-- Opening Marker --

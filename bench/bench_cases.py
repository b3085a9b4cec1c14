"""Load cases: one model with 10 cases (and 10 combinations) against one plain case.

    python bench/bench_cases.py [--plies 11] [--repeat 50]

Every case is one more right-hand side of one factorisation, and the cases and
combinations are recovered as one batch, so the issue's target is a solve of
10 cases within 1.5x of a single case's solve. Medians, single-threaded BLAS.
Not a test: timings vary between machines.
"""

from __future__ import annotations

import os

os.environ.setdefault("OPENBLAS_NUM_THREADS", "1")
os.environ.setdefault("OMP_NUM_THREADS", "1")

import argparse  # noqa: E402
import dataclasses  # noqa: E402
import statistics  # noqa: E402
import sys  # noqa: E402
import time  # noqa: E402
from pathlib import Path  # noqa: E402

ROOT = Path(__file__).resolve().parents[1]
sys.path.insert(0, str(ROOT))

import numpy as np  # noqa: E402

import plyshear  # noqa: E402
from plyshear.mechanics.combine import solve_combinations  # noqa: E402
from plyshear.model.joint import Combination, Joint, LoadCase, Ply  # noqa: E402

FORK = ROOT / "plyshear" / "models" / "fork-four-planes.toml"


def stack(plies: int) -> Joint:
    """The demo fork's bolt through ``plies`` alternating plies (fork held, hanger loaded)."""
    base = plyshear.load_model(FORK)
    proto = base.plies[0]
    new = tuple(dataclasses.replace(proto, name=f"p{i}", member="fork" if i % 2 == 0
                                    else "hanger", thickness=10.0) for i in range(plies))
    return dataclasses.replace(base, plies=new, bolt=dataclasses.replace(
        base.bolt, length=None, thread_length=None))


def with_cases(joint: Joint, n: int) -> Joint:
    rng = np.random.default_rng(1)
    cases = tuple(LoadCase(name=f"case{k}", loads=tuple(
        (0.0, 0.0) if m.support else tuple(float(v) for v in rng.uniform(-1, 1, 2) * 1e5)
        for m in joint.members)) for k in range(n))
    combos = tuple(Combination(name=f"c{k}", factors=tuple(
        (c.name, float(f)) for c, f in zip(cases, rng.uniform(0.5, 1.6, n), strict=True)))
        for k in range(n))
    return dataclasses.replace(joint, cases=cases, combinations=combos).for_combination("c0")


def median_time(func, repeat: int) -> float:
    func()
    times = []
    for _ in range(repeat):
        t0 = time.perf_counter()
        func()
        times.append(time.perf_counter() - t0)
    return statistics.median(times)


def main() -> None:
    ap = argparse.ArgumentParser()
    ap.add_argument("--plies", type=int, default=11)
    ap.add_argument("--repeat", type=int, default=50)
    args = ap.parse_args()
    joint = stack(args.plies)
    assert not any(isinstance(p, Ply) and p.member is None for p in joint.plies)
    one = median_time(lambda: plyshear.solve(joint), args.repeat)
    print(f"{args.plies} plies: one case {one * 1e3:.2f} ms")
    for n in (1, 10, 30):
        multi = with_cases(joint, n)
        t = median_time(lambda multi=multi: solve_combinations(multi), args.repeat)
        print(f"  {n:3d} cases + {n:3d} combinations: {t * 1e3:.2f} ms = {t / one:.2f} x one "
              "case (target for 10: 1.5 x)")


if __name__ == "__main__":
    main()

-- Closing Marker --
-- Opening Marker --

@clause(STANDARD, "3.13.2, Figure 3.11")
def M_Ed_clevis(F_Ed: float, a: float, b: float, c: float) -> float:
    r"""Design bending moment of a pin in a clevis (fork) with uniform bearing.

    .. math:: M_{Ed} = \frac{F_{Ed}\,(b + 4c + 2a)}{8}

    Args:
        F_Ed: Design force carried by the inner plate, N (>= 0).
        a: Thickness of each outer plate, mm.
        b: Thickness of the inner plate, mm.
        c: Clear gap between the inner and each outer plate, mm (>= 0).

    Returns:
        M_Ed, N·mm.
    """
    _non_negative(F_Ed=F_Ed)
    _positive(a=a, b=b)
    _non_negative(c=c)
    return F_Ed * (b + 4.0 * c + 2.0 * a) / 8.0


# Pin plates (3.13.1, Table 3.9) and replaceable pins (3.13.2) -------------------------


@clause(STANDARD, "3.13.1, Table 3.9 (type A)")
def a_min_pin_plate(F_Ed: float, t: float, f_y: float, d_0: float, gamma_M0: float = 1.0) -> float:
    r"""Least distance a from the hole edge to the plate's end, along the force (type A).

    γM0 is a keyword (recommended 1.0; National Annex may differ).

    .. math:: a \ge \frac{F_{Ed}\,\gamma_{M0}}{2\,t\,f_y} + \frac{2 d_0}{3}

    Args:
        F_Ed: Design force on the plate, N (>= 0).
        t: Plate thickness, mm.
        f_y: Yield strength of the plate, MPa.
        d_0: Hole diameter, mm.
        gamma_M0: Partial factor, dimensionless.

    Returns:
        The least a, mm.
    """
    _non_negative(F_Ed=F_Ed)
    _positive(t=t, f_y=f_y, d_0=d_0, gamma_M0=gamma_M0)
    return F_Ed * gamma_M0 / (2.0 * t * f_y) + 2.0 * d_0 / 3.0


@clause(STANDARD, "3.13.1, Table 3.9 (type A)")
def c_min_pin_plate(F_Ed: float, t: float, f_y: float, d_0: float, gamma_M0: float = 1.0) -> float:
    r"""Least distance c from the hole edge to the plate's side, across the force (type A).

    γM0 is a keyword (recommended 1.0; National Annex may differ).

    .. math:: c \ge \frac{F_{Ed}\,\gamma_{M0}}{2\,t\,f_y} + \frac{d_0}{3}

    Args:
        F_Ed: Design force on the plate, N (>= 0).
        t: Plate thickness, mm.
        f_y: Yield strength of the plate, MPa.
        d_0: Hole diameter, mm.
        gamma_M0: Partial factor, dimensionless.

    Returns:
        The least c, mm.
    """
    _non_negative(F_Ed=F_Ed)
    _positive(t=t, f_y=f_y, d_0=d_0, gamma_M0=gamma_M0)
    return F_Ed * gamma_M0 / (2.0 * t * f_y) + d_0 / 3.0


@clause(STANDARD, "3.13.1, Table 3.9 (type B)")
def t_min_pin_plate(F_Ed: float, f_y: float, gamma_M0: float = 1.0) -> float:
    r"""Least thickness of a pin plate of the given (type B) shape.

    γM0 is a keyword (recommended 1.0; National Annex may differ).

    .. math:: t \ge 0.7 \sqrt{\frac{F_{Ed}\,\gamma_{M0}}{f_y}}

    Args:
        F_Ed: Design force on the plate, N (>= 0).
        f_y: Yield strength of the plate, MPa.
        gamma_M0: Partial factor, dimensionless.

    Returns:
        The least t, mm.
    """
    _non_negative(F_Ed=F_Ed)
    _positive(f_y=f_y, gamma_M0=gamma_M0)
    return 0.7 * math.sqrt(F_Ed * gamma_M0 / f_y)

-- Closing Marker --

The word "STANDARD" appears in some lines of the data. Copy every one of those lines.

◆ **TASK ANSWER**:
@clause(STANDARD, "3.13.2, Figure 3.11")
@clause(STANDARD, "3.13.1, Table 3.9 (type A)")
@clause(STANDARD, "3.13.1, Table 3.9 (type A)")
@clause(STANDARD, "3.13.1, Table 3.9 (type B)")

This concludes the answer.